--- THE RECORDS ---
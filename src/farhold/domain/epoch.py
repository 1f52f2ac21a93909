"""Epochs: barycentric dynamical time (TDB) as whole nanoseconds, so that no difference loses a metre."""

from __future__ import annotations

import datetime as dt
import re
from dataclasses import dataclass

from farhold.errors import DomainError, Fault

__all__ = ["DAY_S", "YEAR_S", "Epoch"]

DAY_S = 86400.0
YEAR_S = 365.25 * DAY_S

_FORM = re.compile(r"(\d{4})-(\d{2})-(\d{2})(?:[T ](\d{2}):(\d{2})(?::(\d{2})(?:\.(\d{1,9}))?)?)?")
_ORIGIN = dt.datetime(1970, 1, 1)


@dataclass(frozen=True, slots=True, order=True)
class Epoch:
    """One instant of TDB: `ns` is nanoseconds since 1970-01-01T00:00:00 TDB (which has no leap seconds)."""

    ns: int

    @classmethod
    def from_iso(cls, text: str, where: str = "epoch") -> Epoch:
        """Read ``YYYY-MM-DD[THH:MM[:SS[.fff]]]``, taken as TDB.

        Raises
        ------
        DomainError
            The text is no such date, or the date does not exist.
        """
        match = _FORM.fullmatch(text.strip())
        allowed = "ISO 8601 in TDB from 1900 to 2100, such as 2035-03-20T00:00:00"
        if match is None:
            raise DomainError(Fault(where, f"{text!r} is not an epoch", allowed))
        year, month, day, hour, minute, second = (int(part or 0) for part in match.groups()[:6])
        fraction = (match.group(7) or "").ljust(9, "0")
        try:
            whole = dt.datetime(year, month, day, hour, minute, second)
        except ValueError:
            raise DomainError(Fault(where, f"{text!r} is not a date that exists", allowed)) from None
        if not 1900 <= year <= 2100:
            raise DomainError(Fault(where, f"{text!r} lies outside 1900 to 2100", allowed))
        delta = whole - _ORIGIN
        return cls((delta.days * 86400 + delta.seconds) * 10**9 + int(fraction))

    def iso(self) -> str:
        """Write as ISO 8601, with a fraction only where there is one."""
        seconds, ns = divmod(self.ns, 10**9)
        text = (_ORIGIN + dt.timedelta(seconds=seconds)).isoformat()
        return text if ns == 0 else f"{text}.{ns:09d}".rstrip("0")

    def plus(self, seconds: float) -> Epoch:
        """Return the epoch `seconds` later, to the nearest nanosecond."""
        whole = int(seconds // 1)
        return Epoch(self.ns + whole * 10**9 + round((seconds - whole) * 1e9))

    def seconds_since(self, other: Epoch) -> float:
        """Seconds from `other` to this epoch."""
        whole, rest = divmod(self.ns - other.ns, 10**9)
        return whole + rest * 1e-9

--- WHAT TO WORK ON ---
Taking the listing above as the source, transcribe only the lines starting at the line with "dt.datetime(1970, 1, 1)" and going through the line with "if match is", unaltered and with both ends included.

--- TASK RESULT ---
_ORIGIN = dt.datetime(1970, 1, 1)


@dataclass(frozen=True, slots=True, order=True)
class Epoch:
    """One instant of TDB: `ns` is nanoseconds since 1970-01-01T00:00:00 TDB (which has no leap seconds)."""

    ns: int

    @classmethod
    def from_iso(cls, text: str, where: str = "epoch") -> Epoch:
        """Read ``YYYY-MM-DD[THH:MM[:SS[.fff]]]``, taken as TDB.

        Raises
        ------
        DomainError
            The text is no such date, or the date does not exist.
        """
        match = _FORM.fullmatch(text.strip())
        allowed = "ISO 8601 in TDB from 1900 to 2100, such as 2035-03-20T00:00:00"
        if match is None:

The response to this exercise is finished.